Physicians who have honest, forthright conversations with chronic obstructive pulmonary disease (COPD) patients and take the time to explain how the disease affects them can improve their patients’ quality of life.
To facilitate discussions between providers and COPD patients in the exam room, the National Heart, Lung, and Blood Institute recommends that physicians ask patients age 40 and older about potential COPD risk factors and talk with symptomatic patients to learn more about a history of smoking, environmental or occupational exposure to irritants or genetic factors.
Once the disease has been diagnosed, primary care physicians need to explain the symptoms of COPD and how to use medications, and in what order, Bill Clark, senior director of patient outreach at COPD Foundation, told Medical Economics.
“The primary care physician needs to tell the patient that the disease is not going away, even though the symptoms may be transient. When I was diagnosed with COPD 16 years ago, I chalked up my symptoms to being out of shape. My physician told me this was a real, very concerning medical problem,” said Clark.

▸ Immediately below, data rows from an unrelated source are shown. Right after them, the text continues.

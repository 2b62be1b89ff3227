/** A block's fields, opened where it stands: Enter keeps them as one edit, Escape leaves all as it was. */

import { type FormEvent, type KeyboardEvent, useLayoutEffect, useRef, useState } from 'react';
import type { Block } from '../../diagram/index.ts';
import { actions } from '../store/index.ts';
import { withNewParameters } from '../write-line/new-parameters.ts';
import { fieldEdits, fieldsOf } from './block-field-table.ts';
import { shownTitle } from './block-sentence.ts';
import { focusBlock } from './focus-block.ts';

export function BlockFields({ block }: { readonly block: Block }) {
  const form = useRef<HTMLFormElement>(null);
  const [refusal, setRefusal] = useState<string | null>(null);
  const fields = fieldsOf(block);
  useLayoutEffect(() => {
    const first = form.current?.querySelector('input');
    first?.focus();
    first?.select();
  }, []);

  const keep = () => {
    if (form.current === null) return;
    const written = new FormData(form.current);
    const edits = withNewParameters(fieldEdits(block, name => String(written.get(name) ?? '')));
    const problems = edits.length === 0 ? [] : actions.editTogether(edits);
    if (problems.length > 0) return setRefusal(problems[0]?.message ?? 'That value is not possible.');
    actions.editFields(null);
    focusBlock(block.id);
  };
  const onSubmit = (event: FormEvent) => {
    event.preventDefault();
    keep();
  };
  const onKeyDown = (event: KeyboardEvent) => {
    event.stopPropagation();
    if (event.key === 'Escape') {
      actions.editFields(null);
      focusBlock(block.id);
    }
  };
  return (
    <form
      ref={form}
      className="fields nodrag nopan nowheel"
      aria-label={`Fields of ${shownTitle(block)}`}
      onSubmit={onSubmit}
      onKeyDown={onKeyDown}
      onDoubleClick={event => event.stopPropagation()}
      onBlur={event => {
        if (!event.currentTarget.contains(event.relatedTarget) && event.relatedTarget !== null) keep();
      }}
    >
      {fields.map(({ field, label, text }) => (
        <FieldRow key={field} id={`${block.id}-${field}`} name={field} label={label} text={text} />
      ))}
      {refusal !== null && (
        <p className="fields-refusal" role="alert">
          {refusal}
        </p>
      )}
      <button type="submit" className="unseen" tabIndex={-1}>
        Keep
      </button>
    </form>
  );
}

interface FieldRowProps {
  readonly id: string;
  readonly name: string;
  readonly label: string;
  readonly text: string;
}

function FieldRow({ id, name, label, text }: FieldRowProps) {
  return (
    <>
      <label htmlFor={id}>{label}</label>
      <input id={id} name={name} className="field" defaultValue={text} autoComplete="off" spellCheck={false} />
    </>
  );
}
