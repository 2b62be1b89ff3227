/** Lines that show, while blocks are dragged, that they stand in line with their neighbours: centres and edges. */

import type { Rectangle } from '../../diagram/geometry/index.ts';

/** One line: along x at `at` (a vertical one) or along y, from one block to the other. */
export interface AlignmentLine {
  readonly axis: 'x' | 'y';
  readonly at: number;
  readonly from: number;
  readonly to: number;
}

/** Frames nearer than this to a line count as on it, sheet units: less than a pixel at the largest zoom. */
const EXACT = 0.2;

/**
 * Lines between the moving frame and the others, one for each of the six positions (left, centre, right; top, centre, bottom)
 * that some neighbour shares: to the nearest such neighbour. Centres first; an edge is left out where the centre's line says
 * the same of the same two blocks.
 *
 * @param reach  how far a neighbour may be, sheet units.
 */
export function alignmentLines(
  moving: Rectangle,
  others: readonly Rectangle[],
  reach: number,
): readonly AlignmentLine[] {
  return [...linesAlong('x', moving, others, reach), ...linesAlong('y', moving, others, reach)];
}

interface Span {
  readonly low: number;
  readonly high: number;
}

function linesAlong(
  axis: 'x' | 'y',
  moving: Rectangle,
  others: readonly Rectangle[],
  reach: number,
): readonly AlignmentLine[] {
  const here = spanOf(moving, axis);
  const across = spanOf(moving, axis === 'x' ? 'y' : 'x');
  const shown = new Set<Rectangle>();
  const lines: AlignmentLine[] = [];
  for (const position of [middleOf, lowOf, highOf]) {
    const at = position(here);
    const nearest = others
      .filter(other => Math.abs(position(spanOf(other, axis)) - at) <= EXACT)
      .map(other => ({ other, span: spanOf(other, axis === 'x' ? 'y' : 'x') }))
      .filter(({ span }) => gap(span, across) <= reach)
      .sort((a, b) => gap(a.span, across) - gap(b.span, across))[0];
    if (nearest === undefined || shown.has(nearest.other)) continue;
    shown.add(nearest.other);
    const from = Math.min(nearest.span.low, across.low);
    lines.push({ axis, at, from, to: Math.max(nearest.span.high, across.high) });
  }
  return lines;
}

function spanOf({ left, right, top, bottom }: Rectangle, axis: 'x' | 'y'): Span {
  return axis === 'x' ? { low: left, high: right } : { low: top, high: bottom };
}

const middleOf = ({ low, high }: Span): number => (low + high) / 2;
const lowOf = ({ low }: Span): number => low;
const highOf = ({ high }: Span): number => high;
const gap = (a: Span, b: Span): number => Math.max(0, a.low - b.high, b.low - a.high);
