/** Rings at both ends of a selected wire, just outside its ports: dragged, they move that end to another port. */

import type { Point } from '../../diagram/index.ts';
import { type WireEnds, watchEnd } from './wire-gesture.ts';

/** How far outside the port a ring stands: clear of the port's own handle. */
const OUTSIDE = 14;

interface EndGripsProps {
  readonly ends: WireEnds;
  readonly points: readonly Point[];
}

export function EndGrips({ ends, points }: EndGripsProps) {
  return (
    <>
      <EndGrip ends={ends} end="source" at={outside(points[0], points[1])} />
      <EndGrip ends={ends} end="target" at={outside(points.at(-1), points.at(-2))} />
    </>
  );
}

interface EndGripProps {
  readonly ends: WireEnds;
  readonly end: 'source' | 'target';
  readonly at: Point;
}

function EndGrip({ ends, end, at }: EndGripProps) {
  return (
    <g
      className="end-grip"
      data-end={end}
      transform={`translate(${at[0]} ${at[1]})`}
      onPointerDown={event => {
        event.stopPropagation();
        watchEnd(event, ends, end);
      }}
    >
      <circle className="grip-reach" r={10} />
      <circle className="grip-seen" r={5} />
    </g>
  );
}

function outside(port: Point = [0, 0], next: Point = port): Point {
  const length = Math.abs(next[0] - port[0]) + Math.abs(next[1] - port[1]);
  const reach = length === 0 ? 0 : Math.min(OUTSIDE, 0.7 * length) / length;
  return [port[0] + (next[0] - port[0]) * reach, port[1] + (next[1] - port[1]) * reach];
}
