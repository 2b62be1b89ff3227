/** Where the pointer is over the sheet, in the sheet's own units, for what has to go there: a paste, a written block. */

import type { Point } from '../../diagram/index.ts';

type Converter = (clientX: number, clientY: number) => Point;

let convert: Converter = (x, y) => [x, y];
let last: readonly [clientX: number, clientY: number] | null = null;

export function setConverter(converter: Converter): void {
  convert = converter;
}

/** A place of the window as one of the sheet. */
export function placeOf(clientX: number, clientY: number): Point {
  return convert(clientX, clientY);
}

/** Remembers where the pointer is; null once it has left the sheet. */
export function setPointer(place: readonly [clientX: number, clientY: number] | null): void {
  last = place;
}

/** Where the pointer is on the sheet; null while it is elsewhere. */
export function pointerPlace(): Point | null {
  return last === null ? null : convert(last[0], last[1]);
}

The physician also needs to explain the disease is progressive, and some patients progress faster than others. “The physician can emphasize that if a patient is proactive in the early stages of the disease, it will be easier to deal with later stages of the disease,” said Clark.
Visual proof of disease helps some patients become proactive, for example, offering a comparison of a normal chest X-ray to the COPD patient’s X-ray. Clark suggests physicians also provide basic spirometry data that divulges a patient’s lung age. “When someone who is 40 hears the physician say ‘Your lung age is someone who is 90,’ that can have a big impact,” he said.

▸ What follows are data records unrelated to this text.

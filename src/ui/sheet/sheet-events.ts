/** What React Flow reports of the hand, turned into selection, a live drag, and edits when it ends. */

import type { EdgeChange, NodeChange, ReactFlowProps } from 'reactflow';
import { snap } from '../../diagram/geometry/index.ts';
import type { Point } from '../../diagram/index.ts';
import { actions, store } from '../store/index.ts';
import { focusSheet } from './focus-block.ts';
import { withHand } from './load-hand.ts';
import type { BlockFlowNode } from './useSheetNodes.ts';
import type { WireFlowEdge } from './useSheetWires.ts';
import { wireOf } from './wire-of.ts';

type Events = Pick<
  ReactFlowProps<BlockFlowNode, WireFlowEdge>,
  | 'onNodesChange'
  | 'onEdgesChange'
  | 'onNodeDragStop'
  | 'onSelectionDragStop'
  | 'onConnect'
  | 'onConnectEnd'
  | 'onNodeDoubleClick'
  | 'onEdgeClick'
  | 'onEdgeDoubleClick'
  | 'onPaneClick'
>;

/** Stable: React Flow draws everything again when a callback is a new one. */
export const SHEET_EVENTS: Events = {
  onNodesChange: changes => {
    takeSelection(changes, 'blocks');
    takeDrag(changes);
  },
  onEdgesChange: (changes: EdgeChange<WireFlowEdge>[]) => takeSelection(changes, 'wires'),
  onNodeDragStop: (event, node) => dropHeld(node.id, event.altKey),
  onSelectionDragStop: (event, nodes) => dropHeld(nodes[0]?.id, event.altKey),
  onConnect: connection => withHand(hand => hand.connect(connection)),
  onConnectEnd: (event, state) => withHand(hand => hand.dropDrawnWire(event, state)),
  onNodeDoubleClick: (_, node) => actions.editFields(node.id),
  onEdgeClick: () => focusSheet(),
  onEdgeDoubleClick: (_, edge) => {
    const wire = wireOf(edge);
    if (wire !== undefined) withHand(hand => hand.straightenWires([wire]));
  },
  onPaneClick: () => {
    actions.editFields(null);
    actions.beginWritingAt(null);
    focusSheet();
  },
};

function takeSelection(
  changes: readonly (NodeChange<BlockFlowNode> | EdgeChange<WireFlowEdge>)[],
  part: 'blocks' | 'wires',
): void {
  const before = store.getState().selection;
  const chosen = new Set(before[part]);
  for (const change of changes) {
    if (change.type !== 'select') continue;
    if (change.selected) chosen.add(change.id);
    else chosen.delete(change.id);
  }
  const isSame = chosen.size === before[part].size && [...chosen].every(id => before[part].has(id));
  if (!isSame) actions.select({ ...before, [part]: chosen });
}

/** Everything in hand moves by the same squares: those that put the first of it on the grid. */
function takeDrag(changes: readonly NodeChange<BlockFlowNode>[]): void {
  const { held, document } = store.getState();
  const places = new Map(document.diagram.blocks.map(({ id, at }) => [id, at]));
  const moved = new Map(held);
  let shift: Point | null = null;
  for (const change of changes) {
    if (change.type !== 'position' || change.dragging !== true || change.position === undefined) continue;
    const start = places.get(change.id);
    if (start === undefined) continue;
    shift ??= squaresBetween(start, change.position);
    moved.set(change.id, [start[0] + shift[0], start[1] + shift[1]]);
  }
  if (shift !== null && !isSamePlaces(held, moved)) actions.hold(moved);
}

function squaresBetween([x, y]: Point, to: { readonly x: number; readonly y: number }): Point {
  const [snappedX, snappedY] = snap([to.x, to.y]);
  return [snappedX - x, snappedY - y];
}

function isSamePlaces(a: ReadonlyMap<string, Point> | null, b: ReadonlyMap<string, Point>): boolean {
  if (a?.size !== b.size) return false;
  return [...b].every(([id, [x, y]]) => a.get(id)?.[0] === x && a.get(id)?.[1] === y);
}

/**
 * Ends a drag: everything held moves by what the block under the hand moved, as one edit. A single block goes into the wire it
 * is let go on, and out of its own wires where it was pulled.
 */
function dropHeld(id: string | undefined, isPulled: boolean): void {
  const { held, document } = store.getState();
  const block = document.diagram.blocks.find(candidate => candidate.id === id);
  const to = block === undefined ? undefined : held?.get(block.id);
  const from = block?.at;
  if (held !== null && block !== undefined && to !== undefined && from !== undefined) {
    const [dx, dy] = [to[0] - from[0], to[1] - from[1]];
    const isMoved = dx !== 0 || dy !== 0;
    const { annotations } = store.getState().selection;
    if (isMoved && annotations !== undefined && annotations.size > 0 && held.has(block.id)) {
      void import('../annotations/annotation-commands.ts').then(({ moveTogether }) =>
        moveTogether(annotations, new Set(held.keys()), [dx, dy]),
      );
    } else if (isMoved && held.size > 1) {
      actions.edit({ kind: 'moveBlocks', ids: [...held.keys()], dx, dy });
    } else if (isMoved) {
      return withHand(hand => {
        hand.dropBlock(block, [dx, dy], isPulled);
        actions.hold(null);
      });
    }
  }
  actions.hold(null);
}
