/** Bending a wire by hand: which straight pieces it has, and its bend points after one of them was shifted sideways. */

import type { Point } from '../../diagram/index.ts';

/** One straight piece of a route. */
export interface Piece {
  /** Its place along the route, from 0. */
  readonly index: number;
  readonly isHorizontal: boolean;
  readonly middle: Point;
  readonly length: number;
}

/** The pieces of a route that have a length, in order from the output to the input. */
export function piecesOf(points: readonly Point[]): readonly Piece[] {
  return points.slice(1).flatMap(([x, y], index) => {
    const [x0, y0] = points[index] ?? [x, y];
    const length = Math.abs(x - x0) + Math.abs(y - y0);
    if (length === 0) return [];
    return [{ index, isHorizontal: y === y0, middle: [(x + x0) / 2, (y + y0) / 2] as const, length }];
  });
}

/**
 * The bend points of a route after one piece was shifted at right angles to itself. A piece that ends at a port keeps a short
 * stub there, from which the wire steps over.
 *
 * @param to    the new y of a horizontal piece, the new x of a vertical one.
 * @param stub  length of what stays at a port; half the piece where that is shorter.
 */
export function bentVia(points: readonly Point[], piece: Piece, to: number, stub: number): readonly Point[] {
  const [start, end] = [points[piece.index], points[piece.index + 1]];
  if (start === undefined || end === undefined) return [];
  const isFirst = piece.index === 0;
  const isLast = piece.index === points.length - 2;
  const reach = Math.min(stub, piece.length / 3);
  const leave = isFirst ? towards(start, end, reach) : start;
  const arrive = isLast ? towards(end, start, reach) : end;
  const shifted = ([x, y]: Point): Point => (piece.isHorizontal ? [x, to] : [to, y]);
  const moved = [...(isFirst ? [leave] : []), shifted(leave), shifted(arrive), ...(isLast ? [arrive] : [])];
  const before = points.slice(1, Math.max(1, piece.index));
  const after = points.slice(piece.index + 2, -1);
  return withoutRepeats([...before, ...moved, ...after]);
}

function towards([x0, y0]: Point, [x, y]: Point, length: number): Point {
  return [x0 + Math.sign(x - x0) * length, y0 + Math.sign(y - y0) * length];
}

function withoutRepeats(points: readonly Point[]): readonly Point[] {
  return points.filter(([x, y], index) => {
    const former = points[index - 1];
    return former === undefined || former[0] !== x || former[1] !== y;
  });
}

In addition, COPD patients need time and space to deal with the diagnosis, and the physician needs to understand the grieving process and support the patient through it, said Clark.
One of the most critical things physicians can tell patients is that they have a voice in health management. “A patient who is more educated about the disease will be able to predict an exacerbation and treat it sooner,” said Clark. He also suggested that physicians encourage COPD patients to join a community to interact with other patients, such as the COPD Foundation’s COPD360social.
Referral to a pulmonologist is recommended for the latest treatments, and also to emphasize the seriousness of the disease, he said. Primary care physicians need to continue to work with the COPD patient to handle comorbidities, and be proactive when, for example, they note depression by offering the patient counseling, medication or lifestyle changes.
In every patient encounter, the physician needs to ask the COPD patient about cigarette smoking, said Joel Africk, president and chief executive officer of the Respiratory Health Association (RHA). “At RHA, we favor including tobacco questions in vitals, not a patient’s health history. A patient who quit five years ago may be feeling pressure at work and has started smoking again. If the patient has relapsed, remind him or her that it takes, on average, seven to 10 times before a smoker quits for good,” said Africk.
After diagnosis, for COPD patients who smoke, Clark suggests scheduling a follow-up appointment specifically to discuss quitting options, which may include referral to a tobacco hotline, health department resource or website with quit tips.